Zetsu was emerging. Itachi would barely be out of the blast zone himself before Deidara forced her own hand. If he helped them, it would merely equate to all of them being dead. Not to mention that he had family to go back to—Sasuke, Izuna, Rin, Daichi, Hikari...
How selfish of you, Itachi, but how utterly right as well, Deidara thought bitterly, taking in a deep breath. I'm ready. I'm ready to die now. She looked up at her Danna's face—the partner she decided that she'd chosen for life—the one that she would love forever.
The rumbling beneath the ground grew louder than ever.
"Don't cry, Deidara."
What? Am I really...? She lifted her hand to her cheeks. One side was still plastered with a bandaid, hiding the crescent moon scar that would inevitably formed if she lived past this day. But there was no future. No Mirai.
One of his puppets obscured her view, blanketing the monsters for a second. And in that one precious second, it was as if the world around them didn't exist, and it was only them.
"After all..."
Deidara shakily lifted her fingers up, a "katsu" lost on her lips.

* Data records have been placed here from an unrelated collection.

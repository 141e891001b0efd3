import { cellsOf } from "./cells.ts";
import type { LineFormat } from "./line-format.ts";
import type { FrequencyUnit, LevelUnit, UnitGuess } from "./scan.ts";

/** How many of the unit make one megahertz. */
export const PER_MHZ: Readonly<Record<FrequencyUnit, number>> = {
  hz: 1e6,
  khz: 1e3,
  mhz: 1,
  ghz: 1e-3,
};

/** The bands that the Radio Regulations number end here (No. 2.1, from memory, to be verified). [MHz] */
const HIGHEST_MHZ = 3e6;

const FREQUENCY_UNIT = /(?<![a-z])([kmg]?hz)(?![a-z])/gi;
/** U+FFFD is what is left of the micro sign of an old one-byte encoding. */
const LEVEL_UNIT = /db\s?[([]?(m|[uµμ\uFFFD]v)(?![a-z/])/gi;

/** The unit that a text names; undefined where it names none, or two. */
function unitIn(text: string, pattern: RegExp): string | undefined {
  const units = new Set([...text.matchAll(pattern)].map((found) => found[1]?.toLowerCase()));
  const [unit] = units;
  return units.size === 1 ? unit : undefined;
}

function firstUnit(texts: readonly string[], pattern: RegExp): string | undefined {
  for (const text of texts) {
    const unit = unitIn(text, pattern);
    if (unit !== undefined) return unit;
  }
  return undefined;
}

/**
 * The unit of the frequencies: as named above the column, in its first row or in a line on frequency;
 * else by size, as if the scan ended at 15 GHz or below. A name that would put the scan beyond all
 * radio is not believed.
 *
 * @param highest  Largest of the frequencies as written
 */
export function frequencyUnitOf(format: LineFormat, highest: number): UnitGuess<FrequencyUnit> {
  const others = format.preamble.slice(1).filter((line) => /freq/i.test(line));
  const texts = [...namesOf(format, format.frequencyColumn), ...others];
  const named = firstUnit(texts, FREQUENCY_UNIT);
  if (isFrequencyUnit(named) && highest / PER_MHZ[named] <= HIGHEST_MHZ)
    return { unit: named, isNamed: true };
  const unit = highest < 15 ? "ghz" : highest < 15e3 ? "mhz" : highest < 15e6 ? "khz" : "hz";
  return { unit, isNamed: false };
}

const isFrequencyUnit = (name: string | undefined): name is FrequencyUnit =>
  name !== undefined && name in PER_MHZ;

/**
 * The unit of the levels: as named above the column, in its first row or above; else by sign: what a
 * receiver hears is mostly negative in dBm and mostly positive in dBuV.
 *
 * @param negativeShare  Share of the levels that are below 0, from 0 to 1
 */
export function levelUnitOf(format: LineFormat, negativeShare: number): UnitGuess<LevelUnit> {
  const texts = [...namesOf(format, format.levelColumn), ...format.preamble.slice(1)];
  const named = firstUnit(texts, LEVEL_UNIT);
  if (named !== undefined) return { unit: named === "m" ? "dbm" : "dbuv", isNamed: true };
  return { unit: negativeShare >= 0.5 ? "dbm" : "dbuv", isNamed: false };
}

/** Where a column is named, best place first. */
function namesOf({ delimiter, preamble, firstRow }: LineFormat, column: number): string[] {
  const header = preamble[0] ?? "";
  return [cellsOf(header, delimiter)[column] ?? "", header, firstRow];
}
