import { SCAN_LIMITS } from "./scan.ts";

export type Delimiter = ";" | "\t" | "," | " ";
export type DecimalMark = "." | ",";

const NUMBER_WITH: Readonly<Record<DecimalMark, RegExp>> = {
  ".": /^[+-]?(?:\d+\.?\d*|\.\d+)(?:e[+-]?\d{1,3})?$/i,
  ",": /^[+-]?(?:\d+,?\d*|,\d+)(?:e[+-]?\d{1,3})?$/i,
};

/** The cells of a line without the quotes around them; more than the limits allow are left out. */
export function cellsOf(line: string, delimiter: Delimiter): string[] {
  if (line.includes('"')) return quotedCellsOf(line, delimiter);
  const most = SCAN_LIMITS.columns + 1;
  return delimiter === " " ? line.trim().split(/\s+/, most) : line.split(delimiter, most);
}

function quotedCellsOf(line: string, delimiter: Delimiter): string[] {
  const cells = [""];
  let isQuoted = false;
  for (const mark of line) {
    if (mark === '"') isQuoted = !isQuoted;
    else if (mark === delimiter && !isQuoted) {
      if (cells.length > SCAN_LIMITS.columns) return cells;
      cells.push("");
    } else cells[cells.length - 1] += mark;
  }
  return delimiter === " " ? cells.filter((cell) => cell !== "") : cells;
}

/** The number in a cell; NaN where it holds none, words for numbers such as "NaN" and "inf" included. */
export function numberIn(cell: string, decimal: DecimalMark): number {
  const pattern = NUMBER_WITH[decimal];
  let text = cell;
  if (!pattern.test(text)) {
    text = text.trim().replace("\u2212", "-");
    if (!pattern.test(text)) return Number.NaN;
  }
  return Number(decimal === "," ? text.replace(",", ".") : text);
}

Around them, the blood seals on the crates—all connected to Sasori's blood from when he'd spent the night cutting his arm open and using his blood as paint—began to glow, pulsing red.
7 seconds until detonation.
Behind the puppets, the Zetsu were starting to get through, tearing Sasori's creations apart.
It pained him, but he paid it no heed.
Sasori pulled her toward him, her face buried in the crook of his neck. He could feel her tears soaking through his shirt.
6.
"Danna?" He could barely hear her voice over the crowing of the Zetsu, smashing themselves against his puppets.
5.
"Wasn't it you?" he murmured, placing a soft kiss on her forehead.
4.
"Who told me that art—"
3.
"—is a bang?"
2.
Thick sturdy vines emerged from the ground, swirling in a spiral formation as it closed in on them. Around them, the world flashed in colors and light. Her eyes widened, tears spilling down her cheeks. "I—"
1.
He kissed her, mouthing the words into her lips, "I love you."
Then the world was white.
The explosion was deafening. Fire erupted throughout the entire ravine, smoke billowing outward.
Itachi landed on a tree branch, looking back behind him.
The rest merely watched with open mouths and salty tears.
All was quiet.
A/N: Finally! It's finally done! The end of Part III!
Sorry if this disappointed you. But, frankly, I'm just glad it's done.
Yes, Deidara, too, has a backstory that will tie in a bit later. It involves her mother and music. Sasori's past will also come back to haunt him, but Sakura's mom is a badass and I hope I can do her due. Go Mebuki! Civilian council needs some love. I mean... I hope so?